Created attachment 1110465 [details] Logs from /var/log/dmesg*
(In reply to Shruti Sampat from comment #0) > Login task on atomic host running RHGS container is blocked for a long time, > see call trace below - > > [83287.004116] INFO: task login:26187 blocked for more than 120 seconds. > [83287.005441] "echo 0 > /proc/sys/kernel/hung_task_timeout_secs" disables > this message. > [83287.007711] login D ffff88030c6d0270 0 26187 19423 > 0x00000004 > [83287.009135] ffff88030b9dfd80 0000000000000082 ffff88030781e780 > ffff88030b9dffd8 > [83287.011544] ffff88030b9dffd8 ffff88030b9dffd8 ffff88030781e780 > ffff88030781e780 > [83287.013958] 7fffffffffffffff ffff88030c6d0278 0000000000000001 > ffff88030c6d0270 > [83287.016309] Call Trace: > [83287.017394] [<ffffffff8163a889>] schedule+0x29/0x70 > [83287.018618] [<ffffffff81638579>] schedule_timeout+0x209/0x2d0 > [83287.020361] [<ffffffff810b8a56>] ? try_to_wake_up+0x1b6/0x300 > [83287.021642] [<ffffffff810b8bf0>] ? wake_up_state+0x10/0x20 > [83287.022934] [<ffffffff8163c62a>] ldsem_down_write+0xea/0x255 > [83287.024232] [<ffffffff8163cce8>] tty_ldisc_lock_pair_timeout+0x88/0x120 > [83287.025561] [<ffffffff813b63ac>] tty_ldisc_hangup+0xcc/0x230 > [83287.026872] [<ffffffff813adb54>] __tty_hangup+0x344/0x490 > [83287.028167] [<ffffffff813adfb1>] tty_vhangup_self+0x21/0x50 > [83287.029472] [<ffffffff811dd8d3>] sys_vhangup+0x23/0x30 > [83287.030717] [<ffffffff816458c9>] system_call_fastpath+0x16/0x1b > At this stage, it looks like a resource congestion to me. Are you testing this in a VM ? If yes, how many CPUs are assigned to this VM ? Can you assign total number of vCPUs to the number of host CPUs and reproduce this issue ?

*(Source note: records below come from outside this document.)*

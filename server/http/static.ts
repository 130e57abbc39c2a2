/**
 * Serves the built client from `dist/`: each text file as its precompressed twin (`.br` or `.gz`,
 * made by the build) when the client accepts one, hashed assets cached for a year, and the shell
 * page for every client route (history mode), such as the public board page `/b/:token`.
 */
import type { Express } from 'express';
import expressStaticGzip from 'express-static-gzip';
import { existsSync, readFileSync } from 'node:fs';
import { join, resolve } from 'node:path';
import { preferredCoding, type ContentCoding } from './compression.js';
import { BOARD_PAGE_CACHE_CONTROL } from '../public/caching.js';

/** The shell page in each coding its build made; identity is always there. */
function readShell(clientDir: string): Map<ContentCoding, Buffer> {
  const file = join(clientDir, 'index.html');
  const shell = new Map<ContentCoding, Buffer>([['identity', readFileSync(file)]]);
  for (const [coding, ext] of [
    ['br', '.br'],
    ['gzip', '.gz'],
  ] as const) {
    if (existsSync(file + ext)) shell.set(coding, readFileSync(file + ext));
  }
  return shell;
}

/** The built shell page as text, or null without a build: the board page's first HTML is made from it. */
export function clientShellHtml(dir: string | null): string | null {
  if (!dir || !existsSync(join(dir, 'index.html'))) return null;
  return readFileSync(join(resolve(dir), 'index.html'), 'utf8');
}

/** Mounts the client's files and the shell page fallback; does nothing without a build in `clientDir`. */
export function serveClient(app: Express, dir: string | null): void {
  if (!dir || !existsSync(join(dir, 'index.html'))) return;
  // express-static-gzip finds the twins by path under this root: give it no trailing separator.
  const clientDir = resolve(dir);
  const assetsDir = join(clientDir, 'assets');
  app.use(
    expressStaticGzip(clientDir, {
      enableBrotli: true,
      orderPreference: ['br', 'gzip'],
      index: false,
      serveStatic: {
        index: false,
        maxAge: '1h',
        setHeaders: (res, path) => {
          if (path.startsWith(assetsDir)) res.setHeader('Cache-Control', 'public, max-age=31536000, immutable');
        },
      },
    }),
  );
  // Every other path is a client route. The shell page is read once: it only changes with a new
  // build, and serving it from memory keeps the board page fast under load.
  const shell = readShell(clientDir);
  app.get('/{*splat}', (req, res) => {
    // A missing built file is a 404, never the shell: files under /assets/ go out without the page headers.
    if (req.path.startsWith('/assets/')) {
      res.status(404).type('text').set('Cache-Control', 'no-store').send('Not found');
      return;
    }
    const wanted = preferredCoding(req.headers['accept-encoding']);
    const coding = shell.has(wanted) ? wanted : 'identity';
    // The board page's shell is the same for every tag and visitor, so a shared cache may keep it as it keeps the
    // page's JSON; other screens' shell is revalidated each time (Express's entity tag makes that a 304).
    const cache = req.path.startsWith('/b/') ? BOARD_PAGE_CACHE_CONTROL : 'no-cache';
    res.type('html').set({ 'Cache-Control': cache, Vary: 'Accept-Encoding' });
    if (coding !== 'identity') res.set('Content-Encoding', coding);
    res.send(shell.get(coding));
  });
}
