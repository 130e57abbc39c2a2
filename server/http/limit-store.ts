/**
 * An express-rate-limit store on MariaDB (`rate_limit_counters`), so every app process counts the
 * same hits: two processes behind one balancer do not double a limit. Hits are counted atomically,
 * several to a statement (`limit-hits.ts`), so none is lost and each gets its own count. Windows are
 * fixed: the first hit opens one for `windowMs` (database clock, so processes on different machines
 * agree) and the first hit after it ends opens the next. Expired rows are deleted at most once per
 * SWEEP_EVERY_MS per process, by whichever hit comes next.
 */
import { createHash } from 'node:crypto';
import { sql } from 'drizzle-orm';
import type { ClientRateLimitInfo, Options, Store } from 'express-rate-limit';
import type { Db } from '../db/client.js';
import { countHit, infoOf, retried, type CounterRow } from './limit-hits.js';

/** The column's length (`counter_key varchar(255)`); longer keys are stored as their SHA-256. */
const KEY_MAX = 255;
/**
 * Keys the column's collation compares exactly as JavaScript does, kept readable: utf8mb4_unicode_ci is blind to
 * case and accents and ignores trailing spaces, so `aB` and `Ab` (two board-page tokens) would share one row, and the
 * row would come back under the other spelling. Any other key is stored as its SHA-256 in lower-case hex.
 */
const PLAIN_KEY = /^[a-z0-9.:|@_+/-]*$/;
/** How often each process deletes rows whose window has ended. */
const SWEEP_EVERY_MS = 5 * 60_000;
/** Rows one sweep deletes at most, so a sweep is never one long lock. */
const SWEEP_BATCH = 5000;

/** The first sweep comes SWEEP_EVERY_MS after the process starts, not on its first hit. */
let lastSweep = Date.now();

/** One store per limiter (the library refuses a shared one); `prefix` keeps each limiter's keys apart in the one table. */
export class SharedLimitStore implements Store {
  readonly localKeys = false;
  private windowMs = 60_000;

  constructor(
    private readonly db: Db,
    readonly prefix: string,
  ) {}

  init(options: Options): void {
    this.windowMs = options.windowMs;
  }

  private counterKey(key: string): string {
    const full = this.prefix + key;
    return PLAIN_KEY.test(key) && full.length <= KEY_MAX ? full : `${this.prefix}sha256:${createHash('sha256').update(full).digest('hex')}`.slice(0, KEY_MAX);
  }

  increment(key: string): Promise<ClientRateLimitInfo> {
    this.sweepNowAndThen();
    return countHit(this.db, { counterKey: this.counterKey(key), windowUs: this.windowMs * 1000 });
  }

  async get(key: string): Promise<ClientRateLimitInfo | undefined> {
    const result = await this.db.execute(
      sql`SELECT hits, reset_at FROM rate_limit_counters WHERE counter_key = ${this.counterKey(key)} AND reset_at > UTC_TIMESTAMP(3)`,
    );
    const [row] = (result as unknown as [CounterRow[]])[0];
    return row ? infoOf(row) : undefined;
  }

  async decrement(key: string): Promise<void> {
    await retried(() =>
      this.db.execute(
        sql`UPDATE rate_limit_counters SET hits = GREATEST(hits, 1) - 1 WHERE counter_key = ${this.counterKey(key)} AND reset_at > UTC_TIMESTAMP(3)`,
      ),
    );
  }

  async resetKey(key: string): Promise<void> {
    await this.db.execute(sql`DELETE FROM rate_limit_counters WHERE counter_key = ${this.counterKey(key)}`);
  }

  /** Deletes ended windows in the background; a failure (database away) waits for the next sweep. */
  private sweepNowAndThen(): void {
    const now = Date.now();
    if (now - lastSweep < SWEEP_EVERY_MS) return;
    lastSweep = now;
    deleteExpiredCounters(this.db).catch(() => {});
  }
}

/** Deletes rows whose window has ended (at most SWEEP_BATCH); returns how many went. */
export async function deleteExpiredCounters(db: Db): Promise<number> {
  const result = await db.execute(sql`DELETE FROM rate_limit_counters WHERE reset_at <= UTC_TIMESTAMP(3) LIMIT ${SWEEP_BATCH}`);
  return (result as unknown as [{ affectedRows: number }])[0].affectedRows;
}
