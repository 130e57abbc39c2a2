/**
 * Every rate limit of the app, counted in the one store all app processes share (MariaDB,
 * `limit-store.ts`), so two processes behind a balancer do not double a limit. Sign-in, password
 * resets, sign-up, accepting an invitation, invitations, handover e-mails, board-page reads and
 * reports each name their counter; mail sent by a signed-in member is also counted per organisation,
 * so neither one connection nor one tenant with many connections can flood mailboxes or the CPU.
 */
import { isIPv4 } from 'node:net';
import type { NextFunction, Request, RequestHandler, Response } from 'express';
import rateLimit, { ipKeyGenerator } from 'express-rate-limit';
import type { AppContext } from '../context.js';
import { tooMany } from '../errors.js';
import { SharedLimitStore } from './limit-store.js';

export const MINUTE = 60_000;
export const HOUR = 60 * MINUTE;

export interface LimitSpec {
  /** The counter's name in the shared store: the same limit in every process counts together. Unique per limit. */
  name: string;
  windowMs: number;
  limit: number;
  /** Said with the 429. */
  message: string;
  /** What is counted; the connection's address unless given. */
  key?: (req: Request) => string;
}

/**
 * The address a limit counts against. IPv4 (plain or IPv4-mapped, as a dual-stack listener sees
 * it) is taken as it is; only real IPv6 addresses go through the library's /56 grouping, whose
 * address parsing showed up in every board-page request's profile.
 */
export function addressKey(req: Request): string {
  const ip = req.ip ?? '';
  if (isIPv4(ip)) return ip;
  if (ip.startsWith('::ffff:') && isIPv4(ip.slice(7))) return ip.slice(7);
  return ipKeyGenerator(ip);
}

/** One limit, counted in the shared store; over it, 429 with `Retry-After` up to the end of the window. */
export function sharedLimit(ctx: AppContext, spec: LimitSpec): RequestHandler {
  return rateLimit({
    windowMs: spec.windowMs,
    limit: spec.limit,
    standardHeaders: 'draft-7',
    legacyHeaders: false,
    keyGenerator: spec.key ?? addressKey,
    store: new SharedLimitStore(ctx.db, `${ctx.config.rateLimitScope}${spec.name}:`),
    handler: (req: Request, _res: Response, next: NextFunction) => {
      const resetTime = (req as Request & { rateLimit?: { resetTime?: Date } }).rateLimit?.resetTime;
      const seconds = resetTime ? Math.ceil((resetTime.getTime() - Date.now()) / 1000) : spec.windowMs / 1000;
      next(tooMany(spec.message, Math.max(1, seconds)));
    },
  });
}

/** Per address, an hour: for anonymous requests that mail or hash (sign-up, reset, accepting an invitation). */
export function perAddress(ctx: AppContext, name: string, limit: number, what: string): RequestHandler {
  return sharedLimit(ctx, { name, windowMs: HOUR, limit, message: `Too many ${what} from this connection; try again in an hour` });
}

/** Per address and per organisation, an hour: for mail a signed-in member sends (invitations, handovers). */
export function perAddressAndOrganisation(ctx: AppContext, name: string, limit: number, what: string): RequestHandler[] {
  return [
    perAddress(ctx, `${name}-address`, limit, what),
    sharedLimit(ctx, {
      name: `${name}-organisation`,
      windowMs: HOUR,
      limit,
      message: `Too many ${what} from this organisation; try again in an hour`,
      key: (req) => String(req.user?.organisationId ?? 'none'),
    }),
  ];
}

(In reply to Humble Chirammal from comment #3) > > At this stage, it looks like a resource congestion to me. > > Are you testing this in a VM ? If yes, how many CPUs are assigned to this VM > ? Can you assign total number of vCPUs to the number of host CPUs and > reproduce this issue ? I tested with a VM assigned with number of vCPUs equal to the number of host CPUs and kept it running for about a week. Haven't been able to reproduce this issue.
As the issue is due to resource congestion and when VM assigned with number of vCPUs equal to the number of host CPUs the issue is not reproducible. Hence closing the bug, if reproducible create a new RHBZ.